Saturday, February 15, 2014

Love On John's Terms (part 1)

I give you a new commandment---to love one another.  Just as I have loved you, you also are to love one another.  Everyone will know by this that you are my disciples---if you have love for one another. – John 13:34-35  (NET)

Most certainly, these words represent a very familiar saying that is attributed to Jesus.  Some might insist that this statement represents the cornerstone of what it means to live as a Christian, and it would be difficult to disagree with that assertion.  Surely, those that lay claim to a confession of Jesus as Lord would and should have a desire to live out the prescription of these words, thereby showing themselves to be functionaries within the community that has oriented their lives around Jesus and His pronouncement of the kingdom of His God. 

These words are reported to have fallen from the lips of Jesus at what is generally referred to as the “Last Supper,” and the statement is immediately bracketed by Judas’ departure for what is revealed to be the purpose of executing his plan to betray Jesus to the Temple authorities, and Jesus’ insistence that Peter is going to be shortly offering his own betrayal in the form of a three-fold denial of his Lord.
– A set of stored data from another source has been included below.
"""Turn numbering: unwrap the turntable angle and give every reading a turn number.

Angles may be logged modulo 360° (either rotation sense), continuously, or at discrete marks
(e.g. 16 marks per turn with the start mark read again at the end of the turn).  Every step below
can be fed a log chunk by chunk with its state carried across chunk boundaries; the result does
not depend on the chunk sizes (a log read whole is one chunk).  Whole-log statistics come first
(:mod:`nullfit.reading.unwrap`), so a chunked reader makes three passes over the angles.

1. *Unwrap* (:class:`~nullfit.reading.unwrap.Unwrapper`).  When all angles lie within one turn
   (range ≤ 360° plus the hysteresis) the log is taken as modulo 360° and a step larger than half
   a turn is a wrap; a wider range means the log is already continuous.  With the times of the
   readings, a gap in a modulo-360° log during which the table kept turning at its steady rate
   for more than half a turn is bridged with the whole turns the rate predicts.
2. *Direction, with hysteresis.*  The log is split into monotonic *segments*.  A change of
   rotation direction is declared only when the angle retreats from its running extreme by more
   than ``hysteresis_deg`` (default :data:`REVERSAL_HYSTERESIS_DEG` = 1°), so an encoder that
   jitters by ±0.01° while the table pauses at a mark is not a reversal.  The segment ends at
   the extreme (together with the pause around it); the next one starts in the other sense.  The
   sense of the first segment is that of the first excursion larger than the hysteresis.
3. *Stops.*  Inside a segment, consecutive readings closer than a tolerance (0.1°, or a quarter
   of the typical step if that is smaller) form one *stop* (the readings taken while the table
   paused at a mark, or a single reading for continuous sampling).
4. *Turns.*  A turn runs from one crossing of the reference mark (θ ≡ 0) to the next in the
   sense of rotation.  A stop that lies on the reference mark opens the next turn, except that
   it *closes* the turn it ends when it is the last stop of the segment, and that when it holds
   more readings than a typical stop (the median length of the runs of readings closer than the
   tolerance, over the whole log), the surplus (the first readings) closes the ending turn:
   this is the "start mark read again" protocol — a drift reference, not an extra azimuth.
5. *Complete or partial.*  A turn is complete when it has at least three readings and both of
   its ends are covered.  An end is covered when the table crossed it within the log (it entered
   the turn from the previous turn, or left it into the next one, in the same segment), or when
   the arc between the end and the nearest reading is at most
   :data:`~nullfit.reading.turn_counter.EDGE_STEPS` (1.1) times the largest
   step between consecutive readings inside the turn (plus the stop tolerance); after a reversal
   the turning point counts as the start of the new segment's first turn.  The step is the turn's
   own, so a turn is not declared partial because the table turned faster or slower in it than
   elsewhere in the log (a turn with a hole inside is judged leniently: the hole is its largest
   step).
   The first and last turns of a log that starts or stops mid-turn, turns cut by a gap and turns
   cut by a reversal are *partial*: flagged, counted, and left out of per-turn statistics by the
   fit.

Steps 2–5 run in :class:`~nullfit.reading.turn_counter.TurnCounter`.  While a log is fed in
chunks, the readings from the start of the stop that holds the current segment's extreme onwards
stay pending (a later reversal could still end the segment there); they are numbered with the
next chunk, so memory holds at most a pause's worth of extra readings.
"""

from __future__ import annotations

import math
from dataclasses import dataclass, field

import numpy as np

from .turn_counter import EDGE_STEPS, TurnCounter, TurnInfo  # noqa: F401 (re-exported)
from .unwrap import MARK_BIN_DEG, MARK_TOL_DEG, TWO_PI, StepStats, Unwrapper  # noqa: F401 (re-exported)

#: A change of rotation direction needs the angle to retreat from its running extreme by more than
#: this many degrees.  Engineering choice: two orders of magnitude above the ±0.01° jitter of a
#: common encoder at rest and an order of magnitude below any practical mark spacing.
REVERSAL_HYSTERESIS_DEG = 1.0
_RUN_CAP = 4096


@dataclass(frozen=True)
class Turns:
    """Result of :func:`number_turns`."""

    turn: np.ndarray  # int64 per row, 0..n_turns-1, non-decreasing
    unwrapped: np.ndarray  # radians, continuous
    complete: np.ndarray  # bool per turn
    sense: np.ndarray  # +1 / -1 per turn (rotation sense)
    n_reversals: int
    reversal_index: np.ndarray = field(default_factory=lambda: np.zeros(0, np.int64))  # first reading after each


# ---------------------------------------------------------------------------------- second pass
@dataclass(frozen=True)
class Look:
    """What :class:`SecondLook` learned: the typical stop length and the first segment's sense."""

    r_typ: int
    sense0: int


class SecondLook:
    """Second pass over the unwrapped angles: the typical number of readings per stop (median
    length of the runs of consecutive readings closer than the stop tolerance) and the sense of
    the first excursion larger than the hysteresis."""

    def __init__(self, tol: float, hysteresis_rad: float):
        self.tol = tol
        self.hyst = hysteresis_rad
        self._prev = None
        self._run = 0
        self._counts = np.zeros(_RUN_CAP + 1, np.int64)
        self._sense: int | None = None
        self._cmax = -math.inf
        self._cmin = math.inf

    def feed(self, phi: np.ndarray) -> None:
        n = phi.size
        if n == 0:
            return
        if self._prev is None:
            d, shift = np.diff(phi), 1
        else:
            d, shift = np.diff(phi, prepend=self._prev), 0
        self._prev = float(phi[-1])
        r = np.flatnonzero(np.abs(d) > self.tol)
        if r.size == d.size and d.size:  # every step breaks (continuous sampling): runs of one
            first = self._run + shift  # the run open at the chunk start ends at its first step
            if first:
                self._counts[min(first, _RUN_CAP)] += 1
            self._counts[1] += r.size - 1
            self._run = 1
        elif r.size == 0:
            self._run += n
        else:
            r += shift
            lengths = np.minimum(np.diff(r, prepend=r[0] - (self._run + r[0])), _RUN_CAP)
            if lengths[0] == 0:
                lengths = lengths[1:]
            self._counts += np.bincount(lengths, minlength=_RUN_CAP + 1)
            self._run = n - int(r[-1])
        if self._sense is None:
            self._find_sense(phi)

    def _find_sense(self, phi: np.ndarray) -> None:
        a, w, n = 0, 64, phi.size
        while a < n:
            b = min(n, a + w)
            v = phi[a:b]
            cmax = np.maximum(np.maximum.accumulate(v), self._cmax)
            cmin = np.minimum(np.minimum.accumulate(v), self._cmin)
            hit = np.flatnonzero(cmax - cmin > self.hyst)
            if hit.size:
                j = int(hit[0])
                self._sense = 1 if v[j] >= cmax[j] else -1
                return
            self._cmax, self._cmin = float(cmax[-1]), float(cmin[-1])
            a, w = b, 2 * w

    def finish(self) -> Look:
        counts = self._counts.copy()
        if self._run:
            counts[min(self._run, _RUN_CAP)] += 1
        total = int(counts.sum())
        med = int(np.searchsorted(np.cumsum(counts), (total - 1) // 2 + 1)) if total else 1
        return Look(r_typ=max(1, med), sense0=self._sense if self._sense is not None else 1)


# ---------------------------------------------------------------------------------- all at once
def number_turns(angle_rad, *, time=None, hysteresis_deg: float = REVERSAL_HYSTERESIS_DEG,
                 chunk_rows: int | None = None) -> Turns:
    """Unwrap raw angles (radians) and give each reading a turn number (see the module docstring).

    Parameters
    ----------
    angle_rad : array
        Raw turntable angles in radians (modulo 2π in either sense, continuous, or marks).
    time : array, optional
        Times of the readings (seconds, increasing).  With them a modulo-360° log is unwrapped
        correctly across gaps longer than half a turn while the table kept turning; without them
        the shortest way between readings is taken.
    hysteresis_deg : float
        A change of direction needs a retreat larger than this (degrees).
    chunk_rows : int, optional
        Feed the readings in chunks of this many (as a chunked reader does); the result is the same.

    Returns
    -------
    Turns
        ``turn`` (per row), ``unwrapped`` angles (radians), ``complete`` and ``sense`` (per turn),
        the number of direction reversals and the index of the first reading after each.
    """
    a = np.asarray(angle_rad, dtype=float).ravel()
    n = a.size
    t = None if time is None else np.asarray(time, dtype=float).ravel()
    if n == 0:
        return Turns(np.zeros(0, np.int64), a.copy(), np.zeros(0, bool), np.zeros(0, np.int64), 0)
    hyst = math.radians(float(hysteresis_deg))
    step = n if chunk_rows is None else max(1, int(chunk_rows))
    parts = [slice(i, min(n, i + step)) for i in range(0, n, step)]
    with np.errstate(over="ignore", invalid="ignore"):
        stats = StepStats()
        for sl in parts:
            stats.add(a[sl], None if t is None else t[sl])
        summary = stats.finish(hyst)
        unw = Unwrapper(summary)
        phi = np.concatenate([unw.feed(a[sl], None if t is None else t[sl]) for sl in parts])
        look = SecondLook(summary.tol, hyst)
        for sl in parts:
            look.feed(phi[sl])
        lk = look.finish()
        counter = TurnCounter(tol=summary.tol, r_typ=lk.r_typ, sense0=lk.sense0, hysteresis_rad=hyst)
        for i, sl in enumerate(parts):
            counter.feed(phi[sl], final=i == len(parts) - 1)
        info = counter.finish()
    return Turns(info.turn_numbers(), phi, info.complete, info.sense, info.n_reversals, info.seg_starts[1:])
So what is meant by these words?  What is implied?  What will it look like when Jesus’ disciples are loving one another?  Quite rightly, each person comes to this text and these words with ideas concerning what it indeed it means to love.  Due to the fact that humans are relational creatures, formed in community with other relational creatures, love generally comes to be defined in relational terms---love of and for other people.  For the most part, for good or for ill, humans formulate their conceptions about love primarily according to that which is received from parents and family (regardless of who or what plays those roles). 

The love of fathers and mothers (or lack thereof from whomever plays those roles) readily serves to shape and define the parameters that are placed around the concept of love.  The love of a father or a mother is generally considered to be the strongest type of love.  It is this type of love, which is largely and ideally of the completely unconditional variety, that is simply presumed upon and taken to be an unalterable matter-of-fact.  It is this ideal of love that most people desire to cultivate in their relationships, regardless of the type of relationship. 

The model of love that is associated with mothers and fathers, whether it is a good model to which should be aspired or a faulty model which might possibly need to be avoided, lies behind the age-old adage (within societies that do not participate in arranged marriages) that insists that women most often marry men that are like their father, whereas men desire to marry women that remind them of their mothers (think of the song lyrics “I want a girl just like the girl that married dear old dad”). 


For better or for worse, humans are programmed to seek out love based on the terms of love that have been presented to them from the time of their birth.  Unsurprisingly then, it is this type of love (painting with an overly broad brush), that people desire to offer up as part of the experience of their relationship with the Creator God.  Conversely, it comes to be believed that such is the type of love that the Creator God desires to share with them---defining the God of love based upon (generally) parentally constructed concepts of love.  Of course, this does not hold true one hundred percent of the time.